- [What you are asked to do]: Begin at the line below that has "for (int d = 0;" and stop after the line that has "std::getline(export_csv, export_header);". Please restate only those lines, word for word.

━━━━━ Records provided ━━━━━

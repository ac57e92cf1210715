// One path for every collection (README, "Reading a collection"): the same collection given as a
// CSV table, as a .npy array with --tags and as a session gives every command the same map for
// the same seed; reading options go with ITEMS and are refused with a SESSION; `kith fit` and
// `kith export` write one layout format; opening a collection again continues its session.
#include <doctest/doctest.h>

#include <cstdio>
#include <filesystem>
#include <nlohmann/json.hpp>
#include <random>
#include <sstream>
#include <string>
#include <vector>

#include "solver/io/collection.h"
#include "solver/io/npy_file.h"
#include "solver/session/session_store.h"
#include "tests/approx.h"
#include "tests/sessions_support.h"
#include "tests/window_support.h"

namespace {

using kith::test::file_bytes;
using kith::test::KithRun;
using kith::test::run_kith;
using kith::test::write_bytes;

// 90 items in three tagged clumps of 6 features: items.csv (id,kind,f0..f5), the same numbers as
// items.npy with tags.csv (id,kind), and session.kith made from items.csv.
struct Forms {
  std::string dir, csv, npy, tags, session;
};

Forms write_forms(const std::string& name, size_t n = 90) {
  Forms f;
  f.dir = kith::test::temp_dir(name);
  f.csv = f.dir + "/items.csv";
  f.npy = f.dir + "/items.npy";
  f.tags = f.dir + "/tags.csv";
  f.session = f.dir + "/session.kith";
  std::mt19937 rng(11);
  std::normal_distribution<double> noise(0.0, 1.0);
  const char* kinds[] = {"moss", "slate", "rust"};
  kith::Points x(Eigen::Index(n), 6);
  std::string csv = "id,kind,f0,f1,f2,f3,f4,f5\n", tags = "id,kind\n";
  for (size_t i = 0; i < n; ++i) {
    const std::string id = "c" + std::to_string(i);
    csv += id + "," + kinds[i % 3];
    tags += id + "," + kinds[i % 3] + "\n";
    for (Eigen::Index j = 0; j < 6; ++j) {
      x(Eigen::Index(i), j) = (j == Eigen::Index(i % 3) ? 6.0 : 0.0) + noise(rng);
      char buf[40];
      std::snprintf(buf, sizeof buf, ",%.17g", x(Eigen::Index(i), j));
      csv += buf;
    }
    csv += "\n";
  }
  write_bytes(f.csv, csv);
  write_bytes(f.tags, tags);
  write_bytes(f.npy, kith::npy_bytes(x));
  return f;
}

const char* const kSettings = " --perplexity 12 --seed 5";

}  // namespace

TEST_CASE("one path: a collection as CSV, as .npy with --tags and as a session gives the same fit") {
  const Forms f = write_forms("one-path-fit");
  REQUIRE(run_kith("new " + f.csv + " -o " + f.session + kSettings).code == 0);
  const KithRun a = run_kith("fit " + f.csv + " -o " + f.dir + "/a.csv --quiet --iterations 300" + kSettings);
  const KithRun b =
      run_kith("fit " + f.npy + " --tags " + f.tags + " -o " + f.dir + "/b.csv --quiet --iterations 300" + kSettings);
  // The session's own settings: no map flags but the step count.
  const KithRun c = run_kith("fit " + f.session + " -o " + f.dir + "/c.csv --quiet --iterations 300");
  CAPTURE(a.output + b.output + c.output);
  REQUIRE(a.code == 0);
  REQUIRE(b.code == 0);
  REQUIRE(c.code == 0);
  const std::string layout = file_bytes(f.dir + "/a.csv");
  CHECK(layout.rfind("id,x,y,z,kind\n", 0) == 0);
  CHECK(file_bytes(f.dir + "/b.csv") == layout);  // bit for bit: the same map, ids and tags
  CHECK(file_bytes(f.dir + "/c.csv") == layout);
  // kith check reads all three alike.
  for (const std::string& in : {f.csv, f.npy + " --tags " + f.tags, f.session}) {
    const KithRun r = run_kith("check " + in);
    CAPTURE(r.output);
    CHECK(r.code == 0);
    CHECK(r.output.find("items:           90") != std::string::npos);
    CHECK(r.output.find("ok: 90 items x 6 features") != std::string::npos);
  }
}

TEST_CASE("one path: kith render and kith report take the same three forms and give the same map") {
  const Forms f = write_forms("one-path-render", 60);
  REQUIRE(run_kith("new " + f.csv + " -o " + f.session + kSettings).code == 0);
  // Rendered until the engine settles (a fixed point of its schedule), with no title.
  const std::string draw = " --size 320x200 --no-legend --iterations 100000";
  const KithRun a = run_kith("render " + f.csv + " -o " + f.dir + "/a.png" + draw + kSettings);
  const KithRun b = run_kith("render " + f.npy + " --tags " + f.tags + " -o " + f.dir + "/b.png" + draw + kSettings);
  const KithRun c = run_kith("render " + f.session + " -o " + f.dir + "/c.png" + draw);
  CAPTURE(a.output + b.output + c.output);
  REQUIRE(a.code == 0);
  REQUIRE(b.code == 0);
  REQUIRE(c.code == 0);
  const std::string png = file_bytes(f.dir + "/a.png");
  CHECK(png.size() > 1000);
  CHECK(file_bytes(f.dir + "/b.png") == png);
  CHECK(file_bytes(f.dir + "/c.png") == png);

  // The report of each: the same figures once the input's name is taken out.
  auto page = [&](const std::string& input, const std::string& out) {
    const KithRun r =
        run_kith("report " + input + " -o " + f.dir + "/" + out + " --iterations 300 --perplexity 12 --seed 5");
    CAPTURE(r.output);
    REQUIRE(r.code == 0);
    std::string html = file_bytes(f.dir + "/" + out);
    for (const std::string& name : {f.csv, f.npy, f.session, std::string("items.csv"), std::string("items.npy")})
      for (size_t at; (at = html.find(name)) != std::string::npos;) html.replace(at, name.size(), "INPUT");
    // ... and its fit time, which is the machine's (0.0 s and 0.1 s both happen here).
    const std::string timed = "<th>fit time</th><td class='num'>";
    if (const size_t at = html.find(timed); at != std::string::npos)
      html.erase(at + timed.size(), html.find("</td>", at + timed.size()) - at - timed.size());
    return html;
  };
  const std::string from_csv = page(f.csv, "a.html");
  CHECK(page(f.npy + " --tags " + f.tags, "b.html") == from_csv);
  // A session's page adds what it holds (its saved map, its judgments); the map it draws, fitted
  // from the features with the session's settings, is the same picture.
  auto pictures = [](const std::string& html) {
    std::vector<std::string> images;
    for (size_t at = html.find("<image"); at != std::string::npos; at = html.find("<image", at + 1))
      images.push_back(html.substr(at, html.find(">", at) - at));
    return images;
  };
  const std::string from_session = page(f.session, "c.html");
  CHECK(from_session.find("fitted from the features (the session has no saved map)") != std::string::npos);
  CHECK_FALSE(pictures(from_csv).empty());
  CHECK(pictures(from_session) == pictures(from_csv));
}

TEST_CASE("one path: reading options go with ITEMS, and a session refuses them saying why") {
  const Forms f = write_forms("one-path-refuse", 30);
  REQUIRE(run_kith("new " + f.npy + " --tags " + f.tags + " -o " + f.session + kSettings).code == 0);
  // The session keeps how it was read.
  const KithRun checked = run_kith("check " + f.session);
  CHECK(checked.output.find("with --tags " + f.tags) != std::string::npos);
  for (const std::string& command : {"fit " + f.session + " -o " + f.dir + "/x.csv --tags " + f.tags,
                                     "render " + f.session + " -o " + f.dir + "/x.png --id kind",
                                     "report " + f.session + " -o " + f.dir + "/x.html --exclude f1",
                                     "check " + f.session + " --pictures kind", "open " + f.session + " --id kind"}) {
    const KithRun r = run_kith(command);
    CAPTURE(command);
    CAPTURE(r.output);
    CHECK(r.code == 2);
    CHECK(r.output.find("is a session, which keeps its collection as it was read") != std::string::npos);
  }
  CHECK(kith::test::folder_listing(f.dir) ==
        std::vector<std::string>{"items.csv", "items.npy", "session.kith", "tags.csv"});
  // --tags with a table is a usage error in every command that reads ITEMS.
  for (const std::string& command :
       {"fit " + f.csv + " -o " + f.dir + "/y.csv", "report " + f.csv + " -o " + f.dir + "/y.html", "check " + f.csv,
        "render " + f.csv + " -o " + f.dir + "/y.png"}) {
    const KithRun r = run_kith(command + " --tags " + f.tags);
    CAPTURE(r.output);
    CHECK(r.code == 2);
    CHECK(r.output.find("--tags goes with a .npy file") != std::string::npos);
  }
  // A SQLite file that is not a kith session is refused as one, not read as a table.
  const std::string other = f.dir + "/other.db";
  REQUIRE(kith::test::run_shell("/usr/bin/python3 -c \"import sqlite3; c = sqlite3.connect('" + other +
                                "'); c.execute('create table t(a)'); c.commit()\"")
              .code == 0);
  const KithRun r = run_kith("fit " + other + " -o " + f.dir + "/z.csv");
  CAPTURE(r.output);
  CHECK(r.code == 3);
  CHECK(r.output.find("CSV") == std::string::npos);
  CHECK_FALSE(std::filesystem::exists(f.dir + "/z.csv"));
}

TEST_CASE("one path: kith fit and kith export write one layout format (headers, group numbering, .npy)") {
  const Forms f = write_forms("one-path-layout", 90);
  REQUIRE(run_kith("new " + f.csv + " -o " + f.session + kSettings).code == 0);
  const KithRun fitted =
      run_kith("fit " + f.session + " -o " + f.dir + "/fit.json --quiet --iterations 400 --suspects --groups");
  CAPTURE(fitted.output);
  REQUIRE(fitted.code == 0);
  REQUIRE(
      run_kith("fit " + f.session + " -o " + f.dir + "/fit.csv --quiet --iterations 400 --suspects --groups").code ==
      0);
  // A checkpoint of the fitted map in the session, so export draws the same map.
  const auto doc = nlohmann::json::parse(file_bytes(f.dir + "/fit.json"));
  kith::Points map(90, 3);
  for (Eigen::Index i = 0; i < 90; ++i)
    for (int d = 0; d < 3; ++d) map(i, d) = doc["items"][size_t(i)][std::string(1, "xyz"[d])].get<double>();
  kith::SessionStore::open(f.session)->write_checkpoint(map, 400);
  const KithRun exported = run_kith("export " + f.session + " --layout " + f.dir + "/export.csv");
  CAPTURE(exported.output);
  REQUIRE(exported.code == 0);
  std::istringstream fit_csv(file_bytes(f.dir + "/fit.csv")), export_csv(file_bytes(f.dir + "/export.csv"));
  std::string fit_header, export_header;
  std::getline(fit_csv, fit_header);
  std::getline(export_csv, export_header);
  CHECK(fit_header == "id,x,y,z,kind,group,suspect_score");
  CHECK(export_header == fit_header);
  // Groups numbered alike: 1, 2, ... (0 = none); three clumps give three groups in both.
  const kith::Collection a = kith::load_collection(f.dir + "/fit.csv"),
                         b = kith::load_collection(f.dir + "/export.csv");
  REQUIRE(a.feature_names == b.feature_names);
  const Eigen::Index g =
      Eigen::Index(std::find(a.feature_names.begin(), a.feature_names.end(), "group") - a.feature_names.begin());
  REQUIRE(g < a.features.cols());
  CHECK(a.features.col(g).minCoeff() >= 0);
  CHECK(a.features.col(g).maxCoeff() >= 1);
  CHECK(b.features.col(g).minCoeff() >= 0);
  CHECK(a.features.col(g).maxCoeff() == b.features.col(g).maxCoeff());

  // .npy positions with the ids and the rest in STEM.ids.csv, from both commands.
  REQUIRE(run_kith("fit " + f.csv + " -o " + f.dir + "/pos.npy --quiet --iterations 300" + kSettings).code == 0);
  const kith::Points positions = kith::parse_npy(file_bytes(f.dir + "/pos.npy"), "pos.npy");
  CHECK(positions.rows() == 90);
  CHECK(positions.cols() == 3);
  CHECK(file_bytes(f.dir + "/pos.ids.csv").rfind("id,kind\nc0,moss\n", 0) == 0);
  REQUIRE(run_kith("export " + f.session + " --layout " + f.dir + "/exported.npy").code == 0);
  CHECK(kith::parse_npy(file_bytes(f.dir + "/exported.npy"), "exported.npy") == map);
  // An existing sidecar is an output like any other: refused without --force, nothing written.
  write_bytes(f.dir + "/taken.ids.csv", "mine\n");
  const KithRun refused = run_kith("fit " + f.csv + " -o " + f.dir + "/taken.npy --quiet --iterations 50");
  CHECK(refused.code == 2);
  CHECK(file_bytes(f.dir + "/taken.ids.csv") == "mine\n");
  CHECK_FALSE(std::filesystem::exists(f.dir + "/taken.npy"));
}

TEST_CASE("one path window: opening a collection again continues its session, another file's is left alone") {
  KITH_SKIP_WITHOUT_XVFB();
  const Forms f = write_forms("one-path-reopen", 40);
  const std::string pin =
      "20 wait-settle 5\n30 move @c7\n30 press left\n31 release left\n33 key P\n40 wait-settle 5\n50 quit\n";
  REQUIRE(kith::test::open_with_script(f.csv + " --frames 200", f.dir, "first", pin) == 0);
  const std::string session = f.dir + "/items.kith";
  REQUIRE_MESSAGE(std::filesystem::exists(session), file_bytes(f.dir + "/first.log"));
  size_t pins = 0;
  {
    kith::SessionOpenOptions o;
    o.read_only = true;
    pins = kith::SessionStore::open(session, o)->pins().size();
  }
  REQUIRE(pins == 1);
  // Again: the session is continued (the pin is there, the title says so), no second file.
  const std::string look = "20 wait-settle 5\n30 dump " + f.dir + "/state.json\n31 quit\n";
  REQUIRE(kith::test::open_with_script(f.csv + " --frames 100", f.dir, "second", look) == 0);
  const auto state = nlohmann::json::parse(file_bytes(f.dir + "/state.json"));
  CAPTURE(file_bytes(f.dir + "/second.log"));
  CHECK(state["pinned"].size() == 1);
  CHECK(state["title"].get<std::string>().find("items.kith (continued") != std::string::npos);
  CHECK(file_bytes(f.dir + "/second.log").find("continuing " + session) != std::string::npos);
  CHECK_FALSE(std::filesystem::exists(f.dir + "/items-2.kith"));
  // --fresh opens without it: no pin shown.
  const std::string fresh = "20 wait-settle 5\n30 dump " + f.dir + "/fresh.json\n31 quit\n";
  REQUIRE(kith::test::open_with_script(f.csv + " --fresh --frames 100", f.dir, "fresh", fresh) == 0);
  CHECK(nlohmann::json::parse(file_bytes(f.dir + "/fresh.json"))["pinned"].empty());

  // Other content under the same name: its session is never touched; a pin starts items-2.kith.
  const Forms g = write_forms("one-path-reopen-other", 41);
  std::filesystem::copy_file(session, g.dir + "/items.kith");
  const std::string before = file_bytes(g.dir + "/items.kith");
  REQUIRE(kith::test::open_with_script(g.csv + " --frames 200", g.dir, "other", pin) == 0);
  CHECK(file_bytes(g.dir + "/items.kith") == before);
  CHECK(std::filesystem::exists(g.dir + "/items-2.kith"));
}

━━━━━

- [Solution to the problem]:
    for (int d = 0; d < 3; ++d) map(i, d) = doc["items"][size_t(i)][std::string(1, "xyz"[d])].get<double>();
  kith::SessionStore::open(f.session)->write_checkpoint(map, 400);
  const KithRun exported = run_kith("export " + f.session + " --layout " + f.dir + "/export.csv");
  CAPTURE(exported.output);
  REQUIRE(exported.code == 0);
  std::istringstream fit_csv(file_bytes(f.dir + "/fit.csv")), export_csv(file_bytes(f.dir + "/export.csv"));
  std::string fit_header, export_header;
  std::getline(fit_csv, fit_header);
  std::getline(export_csv, export_header);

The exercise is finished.